When Erdogan swept to power 13 years ago, he presented himself as the man who would put Turkish democracy back on track after the lost decade of the 1990s when Turkey was plagued by political and economic instability. Unlike his Islamist predecessors, he ran on a pro-EU agenda of liberal reforms, promising to curb the military’s political power. He turned the AKP into a catchall party uniting Islamists, conservatives, liberals, and business groups that wanted to see the military divested from politics. Under Erdogan’s leadership, the AKP carried out economic and political reforms that challenged the privileged position of the Kemalist elite, including the military, and opened up political space to groups that had been marginalized by the Kemalist state. In what many considered the boldest attempt to solve the Kurdish issue, the AKP launched the “Kurdish opening” in 2009, which promised to devise a plan to address the Kurds’ grievances. 

However, in the last few years, the AKP and Erdogan have turned increasingly authoritarian. The brutal suppression of protests, increasing restrictions on freedom of expression, and corruption scandals have exposed an increasingly illiberal face of Turkey under the same leader who received so much adulation. As a result, many argue that the old type of Turkish authoritarianism, under which military and bureaucratic leaders called the shots, is being replaced by a civilian autocracy with a populist and majoritarian understanding of politics.

The AKP has indeed become the largest stumbling block in Turkey’s democratic consolidation. Yet the party is still the most popular in the country, and the secularist CHP and the nationalist MHP are unable to provide a liberal and democratic alternative. The HDP, however, could fill the vacuum and become the liberal alternative that the country so desperately needs.

The HDP has already revised its strategy in an effort to appeal to all segments of Turkish society, not just the Kurds. HDP leader Selahattin Demirtas ran a successful campaign in Turkey’s presidential elections last summer. His appeal to non-Kurdish segments of the country and his inclusive rhetoric focusing on the urgent need for rule of law, accountability, freedom of expression, and democratic consolidation won him praise and votes from such groups as the LGBT community and workers. He also managed to gain votes from the Black Sea region and the Aegean and Mediterranean coastal cities—places that have traditionally been out of reach for the pro-Kurdish parties.

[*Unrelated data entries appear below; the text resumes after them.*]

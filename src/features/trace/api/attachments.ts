import { useMutation, useQueryClient } from '@tanstack/react-query';
import type { AttachmentCategory, AttachmentUploadResult } from '../../../../shared/schemas/attachments';
import { api } from '../../../lib/api-client';
import { traceQueries } from './queries';

/** What the item page sends with one file. */
export interface AttachmentUpload {
  itemCode: string;
  file: File;
  /** Left out when the file's type is not one Halfmark keeps: the server then names what it accepts. */
  category?: AttachmentCategory;
  note?: string;
  /** One key per chosen file, so a retried upload records a single `attached` event. */
  idempotencyKey: string;
}

/**
 * Sends one file to POST /api/attachments as multipart form data, with the item's code so the
 * server records the `attached` event. Goes through {@link api}, which adds the CSRF header and
 * turns the server's refusals (size, type, content) into ApiError.
 */
export function uploadAttachment(upload: AttachmentUpload): Promise<AttachmentUploadResult> {
  const form = new FormData();
  form.set('itemCode', upload.itemCode);
  if (upload.category) form.set('category', upload.category);
  if (upload.note) form.set('note', upload.note);
  form.set('idempotencyKey', upload.idempotencyKey);
  // Text fields before the file, so the server has them in hand when the file's bytes arrive.
  form.set('file', upload.file, upload.file.name);
  return api<AttachmentUploadResult>('/attachments', { method: 'POST', body: form });
}

/** Uploads a file to an item and refreshes the traces once it is stored (a half's file shows on its specimen's trace too). */
export function useUploadAttachment() {
  const queryClient = useQueryClient();
  return useMutation({
    mutationFn: uploadAttachment,
    onSuccess: () => queryClient.invalidateQueries({ queryKey: traceQueries.all() }),
  });
}
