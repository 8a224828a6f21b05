import { Router } from 'express';
import { LoginSchema } from '../../../shared/schemas/auth';
import { publicRoute, signedIn } from '../../middleware/auth';
import { validate } from '../../middleware/validate';
import { getMe, login, logout } from './handlers';

/** Sign-in, sign-out and who-am-I. */
export function authRouter(): Router {
  const router = Router();
  router.post('/login', publicRoute(), validate(LoginSchema), login);
  router.post('/logout', publicRoute(), logout);
  router.get('/me', signedIn(), getMe);
  return router;
}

The HDP under the leadership of Demirtas is well placed to fill the liberal space left by the AKP in Turkish politics and contribute to Turkey’s democratization. It can mobilize an anti-AKP coalition uniting liberals, youth, marginalized groups, and parts of the CHP base that have been alienated by the CHP’s incompetence in mounting an effective opposition to the AKP.

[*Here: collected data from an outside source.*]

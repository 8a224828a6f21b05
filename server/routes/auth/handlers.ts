import { randomBytes } from 'node:crypto';
import type { Request, Response } from 'express';
import { Op } from 'sequelize';
import {
  LinkInfoSchema,
  LoginSchema,
  ResetRequestSchema,
  SetPasswordSchema,
  SIGNATURE_MEANINGS,
  SignatureSchema,
  type LinkInfoResponse,
  type SignatureResponse,
} from '../../../shared/schemas/auth';
import { ChangePasswordSchema, SetPinSchema } from '../../../shared/schemas/users';
import { ROLE_PERMISSIONS } from '../../../shared/permissions';
import { AppError } from '../../errors';
import { logger } from '../../logger';
import { currentUser } from '../../middleware/auth';
import { parsed } from '../../middleware/validate';
import { clearSessionCookies, CSRF_COOKIE, setSessionCookies, signSession } from '../../auth/session';
import { hashPassword } from '../../auth/passwords';
import { assertNotLocked, checkPassword, clearFailures, recordFailedPassword } from '../../auth/lockout';
import { describeLink, issueLink, LINK_TTL_HOURS, publicBase, spendLink } from '../../auth/links';
import { issueSignature } from '../../auth/signatures';
import { passwordResetMail } from '../../mail/messages';
import { presentMe, presentUser } from '../../presenters/user';
import type { User } from '../../models/user';

export { LOCK_MINUTES, MAX_FAILED_LOGINS } from '../../auth/lockout';

const BAD_PAIR = 'The e-mail address or the password is wrong.';
const RESET_ANSWER = 'If an active account uses this address, a message with a link to choose a new password is on its way. The link lasts 72 hours.';

function findByEmail(req: Request, email: string): Promise<User | null> {
  return req.ctx.models.User.findOne({ where: { email: { [Op.iLike]: email.replace(/[\\%_]/g, '\\$&') } } });
}

function startSession(req: Request, res: Response, user: User): void {
  setSessionCookies(res, signSession(req.ctx.config.SESSION_SECRET, user.id, user.sessionVersion), randomBytes(24).toString('base64url'), req.secure);
}

/** POST /api/auth/login: checks the pair, counts failures, locks after too many, sets the session. */
export async function login(req: Request, res: Response): Promise<void> {
  const { email, password } = parsed(req, LoginSchema);
  const user = await findByEmail(req, email);
  if (user) assertNotLocked(user);
  const ok = (await checkPassword(user, password)) && user !== null && user.active;
  if (!ok || !user) {
    if (user) await recordFailedPassword(user);
    throw new AppError(401, 'bad_credentials', BAD_PAIR);
  }
  await clearFailures(user);
  startSession(req, res, user);
  res.json(presentMe(user, ROLE_PERMISSIONS[user.role]));
}

/** POST /api/auth/logout: ends the session on this device. */
export async function logout(_req: Request, res: Response): Promise<void> {
  clearSessionCookies(res);
  res.status(204).end();
}

/** GET /api/auth/me: who I am, my role, and the actions I may take. */
export async function getMe(req: Request, res: Response): Promise<void> {
  const me = currentUser(req);
  res.json(presentMe(me.user, ROLE_PERMISSIONS[me.role]));
}

/**
 * POST /api/auth/signature: checks the password again and returns a short-lived, single-use
 * signature token with the stated meaning. Wrong passwords count towards the lockout.
 */
export async function sign(req: Request, res: Response): Promise<void> {
  const { password, meaning } = parsed(req, SignatureSchema);
  const { user } = currentUser(req);
  assertNotLocked(user);
  if (!(await checkPassword(user, password))) {
    await recordFailedPassword(user);
    throw new AppError(403, 'signature_refused', 'The password is wrong, so nothing was signed. Type your own password to sign.', [
      { path: 'password', message: 'The password is wrong.' },
    ]);
  }
  await clearFailures(user);
  const { token, expiresAt } = await issueSignature(req.ctx, user.id, meaning);
  const body: SignatureResponse = { signatureToken: token, meaning, statement: SIGNATURE_MEANINGS[meaning], expiresAt: expiresAt.toISOString() };
  res.status(201).json(body);
}

/** POST /api/auth/password: changes one's own password and ends every other session. */
export async function changePassword(req: Request, res: Response): Promise<void> {
  const { currentPassword, newPassword } = parsed(req, ChangePasswordSchema);
  const { user } = currentUser(req);
  assertNotLocked(user);
  if (!(await checkPassword(user, currentPassword))) {
    await recordFailedPassword(user);
    throw new AppError(422, 'invalid', 'Your current password is wrong; nothing changed.', [{ path: 'currentPassword', message: 'This is not your current password.' }]);
  }
  await user.update({ passwordHash: await hashPassword(newPassword), failedLogins: 0, lockedUntil: null, sessionVersion: user.sessionVersion + 1 });
  // This session carries on with the new version; the CSRF cookie stays the same.
  const csrf = (req.cookies?.[CSRF_COOKIE] as string | undefined) ?? randomBytes(24).toString('base64url');
  setSessionCookies(res, signSession(req.ctx.config.SESSION_SECRET, user.id, user.sessionVersion), csrf, req.secure);
  res.json(presentMe(user, ROLE_PERMISSIONS[user.role]));
}

/** PUT /api/auth/pin: sets one's PIN for switching operator at a shared station (password again). */
export async function setPin(req: Request, res: Response): Promise<void> {
  const { password, pin } = parsed(req, SetPinSchema);
  const { user } = currentUser(req);
  assertNotLocked(user);
  if (!(await checkPassword(user, password))) {
    await recordFailedPassword(user);
    throw new AppError(422, 'invalid', 'Your password is wrong; the PIN was not changed.', [{ path: 'password', message: 'This is not your password.' }]);
  }
  await user.update({ pinHash: await hashPassword(pin) });
  res.json(presentUser(user));
}

/** DELETE /api/auth/pin: removes one's PIN. */
export async function clearPin(req: Request, res: Response): Promise<void> {
  const { user } = currentUser(req);
  await user.update({ pinHash: null });
  res.json(presentUser(user));
}

/**
 * POST /api/auth/password-reset: e-mails a reset link to an active account. The answer is the
 * same whether or not the address is known, so it cannot be used to find accounts.
 */
export async function requestReset(req: Request, res: Response): Promise<void> {
  const { email } = parsed(req, ResetRequestSchema);
  const user = await findByEmail(req, email);
  if (user?.active) {
    const token = await issueLink(req.ctx, user.id, 'reset');
    const link = `${publicBase(req)}/set-password?token=${token}`;
    try {
      await req.ctx.mailer.send(passwordResetMail({ to: user.email, name: user.name, link, hours: LINK_TTL_HOURS }));
    } catch (err) {
      // The answer must not differ for known addresses, so a mail failure is only logged.
      logger.error({ err }, 'password reset mail failed');
    }
  }
  res.status(202).json({ message: RESET_ANSWER });
}

/** POST /api/auth/link: what an invitation or reset link is for, before it is spent. */
export async function linkInfo(req: Request, res: Response): Promise<void> {
  const { token } = parsed(req, LinkInfoSchema);
  const { link, user } = await describeLink(req.ctx, token);
  const body: LinkInfoResponse = { purpose: link.purpose, email: user.email, name: user.name, expiresAt: link.expiresAt.toISOString() };
  res.json(body);
}

/** POST /api/auth/set-password: spends a link, sets the password, and signs the user in. */
export async function setPassword(req: Request, res: Response): Promise<void> {
  const { token, password } = parsed(req, SetPasswordSchema);
  const user = await spendLink(req.ctx, token, password);
  startSession(req, res, user);
  res.json(presentMe(user, ROLE_PERMISSIONS[user.role]));
}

In a smart move in this direction, Demirtas recently called for the repeal of a draconian internal security bill that the AKP firmly supports, signaling that his party is willing to take on not just the Kurdish question but also issues that are of interest to Turkish society as a whole. Demirtas’ opposition to Erdogan’s presidential dreams also makes the HDP an attractive alternative for those who are skeptical about a presidential regime under Erdogan. Indeed, the real litmus test for the HDP will be its stance vis-à-vis Erdogan’s plan for a presidential Turkey.

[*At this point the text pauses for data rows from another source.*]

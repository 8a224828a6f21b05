import type { Request, Response } from 'express';
import { z } from 'zod';
import { normalizeCode, parseCode } from '../../../shared/domain/codes';
import { getGeometry } from '../../../shared/domain/specimen-geometries';
import {
  SpecimenCreateSchema,
  SpecimenListQuerySchema,
  SpecimenUpdateSchema,
  nominalFor,
  type SpecimenDetail,
  type SpecimenNominal,
} from '../../../shared/schemas/specimens';
import { registerSpecimens } from '../../commands/create-cut-list';
import { AppError, conflict, notFound, unprocessable } from '../../errors';
import { currentUser } from '../../middleware/auth';
import { parsed } from '../../middleware/validate';
import { addFilter, containsPattern, orderBySql, runList, type ListSql } from '../../models/list-query';
import { canWriteIntake, presentPage } from '../../presenters/page';
import { presentSpecimen, type SpecimenRow } from '../../presenters/specimen';

/** Route parameters `/:idOrCode`: an item id, or a specimen code in any accepted form. */
export const SpecimenRefParamsSchema = z.object({ idOrCode: z.string().trim().min(1) });

const SELECT = `i.id, i.code, i.state, sp.shape, sp.geometry_key, sp.test_standard, sp.sample_id, s.code AS sample_code,
  s.heat_id, h.heat_number, s.order_id, o.number AS order_number, sp.created_at`;
const FROM = `specimens sp JOIN items i ON i.id = sp.item_id JOIN samples s ON s.id = sp.sample_id
  JOIN heats h ON h.id = s.heat_id JOIN orders o ON o.id = s.order_id`;
const SORTS = { code: 'sp.serial', state: 'i.state', createdAt: 'sp.created_at', heat: 'lower(h.heat_number)', order: 'o.number' };

type DetailRow = SpecimenRow & { nominal: SpecimenNominal; position: string; orientation: string; customer_name: string; grade: string };

/**
 * Finds the specimen an id or a code names: digits are an item id; anything else must be a
 * specimen code with a good check character (422 otherwise, saying what is wrong).
 */
async function resolveSpecimen(req: Request, ref: string): Promise<DetailRow> {
  let where: string;
  let value: unknown;
  if (/^\d+$/.test(ref)) {
    where = 'i.id = $1';
    value = ref;
  } else {
    const code = parseCode(ref);
    if (!code.ok) {
      throw new AppError(422, code.reason === 'check' ? 'check_character' : 'invalid_code', code.message, [{ path: 'code', message: code.message }]);
    }
    if (code.kind !== 'specimen') {
      throw unprocessable(`${code.code} is a ${code.kind} code, not a specimen code.`, [{ path: 'code', message: 'Give a specimen code, like S26-00157-W.' }]);
    }
    where = 'i.code = $1';
    value = code.code;
  }
  const [rows] = await req.ctx.sequelize.query(
    `SELECT ${SELECT}, sp.nominal, s.position, s.orientation, c.name AS customer_name, h.grade
       FROM ${FROM} JOIN customers c ON c.id = o.customer_id WHERE ${where}`,
    { bind: [value] },
  );
  const row = (rows as DetailRow[])[0];
  if (!row) throw notFound(`No specimen is registered as ${ref}.`);
  return row;
}

function presentDetail(req: Request, row: DetailRow): SpecimenDetail {
  return {
    ...presentSpecimen(row),
    nominal: row.nominal,
    geometryLabel: getGeometry(row.geometry_key)?.label ?? null,
    position: row.position,
    orientation: row.orientation,
    customerName: row.customer_name,
    grade: row.grade,
    canWrite: canWriteIntake(req.actor),
  };
}

/** GET /api/specimens: search by code (with or without hyphens), heat, order or sample; filters. */
export async function listSpecimens(req: Request, res: Response): Promise<void> {
  const query = parsed(req, SpecimenListQuerySchema, 'query');
  const sql: ListSql = { select: SELECT, from: FROM, where: [], bind: [] };
  if (query.q) {
    sql.bind.push(containsPattern(normalizeCode(query.q)), containsPattern(query.q));
    const [compact, plain] = [sql.bind.length - 1, sql.bind.length];
    sql.where.push(`(replace(i.code, '-', '') ILIKE $${compact} OR h.heat_number ILIKE $${plain} OR o.number ILIKE $${plain} OR s.code ILIKE $${plain})`);
  }
  if (query.orderId) addFilter(sql, 's.order_id = ?', query.orderId);
  if (query.heatId) addFilter(sql, 's.heat_id = ?', query.heatId);
  if (query.sampleId) addFilter(sql, 'sp.sample_id = ?', query.sampleId);
  if (query.state) addFilter(sql, 'i.state = ?', query.state);
  if (query.shape) addFilter(sql, 'sp.shape = ?', query.shape);
  const { rows, total } = await runList<SpecimenRow>(req.ctx.sequelize, sql, orderBySql(query.sort, SORTS, 'sp.serial'), query.page, query.pageSize);
  res.json(presentPage(rows.map(presentSpecimen), total, query, req.actor));
}

/** POST /api/specimens: one specimen cut from a sample, in the order's geometry unless given. */
export async function createSpecimen(req: Request, res: Response): Promise<void> {
  const body = parsed(req, SpecimenCreateSchema);
  const made = await req.ctx.sequelize.transaction(async (transaction) => {
    const [rows] = await req.ctx.sequelize.query(
      `SELECT s.id, s.code, s.heat_id, s.thickness_mm, h.heat_number, o.number AS order_number, o.geometry_key, o.test_standard
         FROM samples s JOIN heats h ON h.id = s.heat_id JOIN orders o ON o.id = s.order_id WHERE s.id = $1`,
      { bind: [body.sampleId], transaction },
    );
    const s = (rows as { id: number; code: string; heat_id: number; thickness_mm: string | null; heat_number: string; order_number: string; geometry_key: string; test_standard: string }[])[0];
    if (!s) throw unprocessable(`No sample has id ${body.sampleId}.`, [{ path: 'sampleId', message: 'Choose the sample this specimen is cut from.' }]);
    return registerSpecimens(
      req.ctx,
      {
        sample: { id: s.id, code: s.code, heatId: s.heat_id, heatNumber: s.heat_number, orderNumber: s.order_number, thicknessMm: s.thickness_mm },
        geometryKey: body.geometryKey ?? s.geometry_key,
        testStandard: body.testStandard ?? s.test_standard,
        count: 1,
        actor: currentUser(req),
      },
      transaction,
    );
  });
  res.status(201).json(presentDetail(req, await resolveSpecimen(req, String(made[0]!.id))));
}

/** GET /api/specimens/:idOrCode */
export async function getSpecimen(req: Request, res: Response): Promise<void> {
  const { idOrCode } = parsed(req, SpecimenRefParamsSchema, 'params');
  res.json(presentDetail(req, await resolveSpecimen(req, idOrCode)));
}

/** PATCH /api/specimens/:idOrCode: geometry and standard, only while the specimen is registered and not yet cut. */
export async function updateSpecimen(req: Request, res: Response): Promise<void> {
  const { idOrCode } = parsed(req, SpecimenRefParamsSchema, 'params');
  const body = parsed(req, SpecimenUpdateSchema);
  const row = await resolveSpecimen(req, idOrCode);
  if (row.state !== 'registered') {
    throw conflict('state_refused', `${row.code} is ${row.state.replace(/_/g, ' ')}; its geometry and standard are fixed once it is cut.`, { state: row.state });
  }
  const geometry = getGeometry(body.geometryKey ?? row.geometry_key)!;
  const [samples] = await req.ctx.sequelize.query(`SELECT thickness_mm FROM samples WHERE id = $1`, { bind: [row.sample_id] });
  const thickness = (samples as { thickness_mm: string | null }[])[0]?.thickness_mm ?? null;
  await req.ctx.sequelize.query(
    `UPDATE specimens SET geometry_key = $2, shape = $3, test_standard = $4, nominal = $5 WHERE item_id = $1`,
    { bind: [row.id, geometry.key, geometry.shape, body.testStandard ?? row.test_standard, JSON.stringify(nominalFor(geometry, thickness))] },
  );
  res.json(presentDetail(req, await resolveSpecimen(req, String(row.id))));
}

Many believe that Erdogan has been conducting peace talks with the PKK in order to secure Kurdish support for the presidential regime. Ocalan, who is beholden to Erdogan’s willingness to negotiate, has in the past expressed some support for the presidential system. So far Demirtas has expressed his opposition to presidentialism. If he can avoid the temptation to flip flop and join in a Faustian bargain, for the sake of both the eventual resolution of the Kurdish issue and of the country’s democracy, he and the HDP might occupy a huge liberal space in the country’s political landscape. As a smaller party the HDP will never come to power and establish a majority to govern. Yet in Turkey’s current political landscape, the Kurds could block Erdogan’s presidential ambitions and tip the balance of Turkish politics in favor of liberalism and democracy.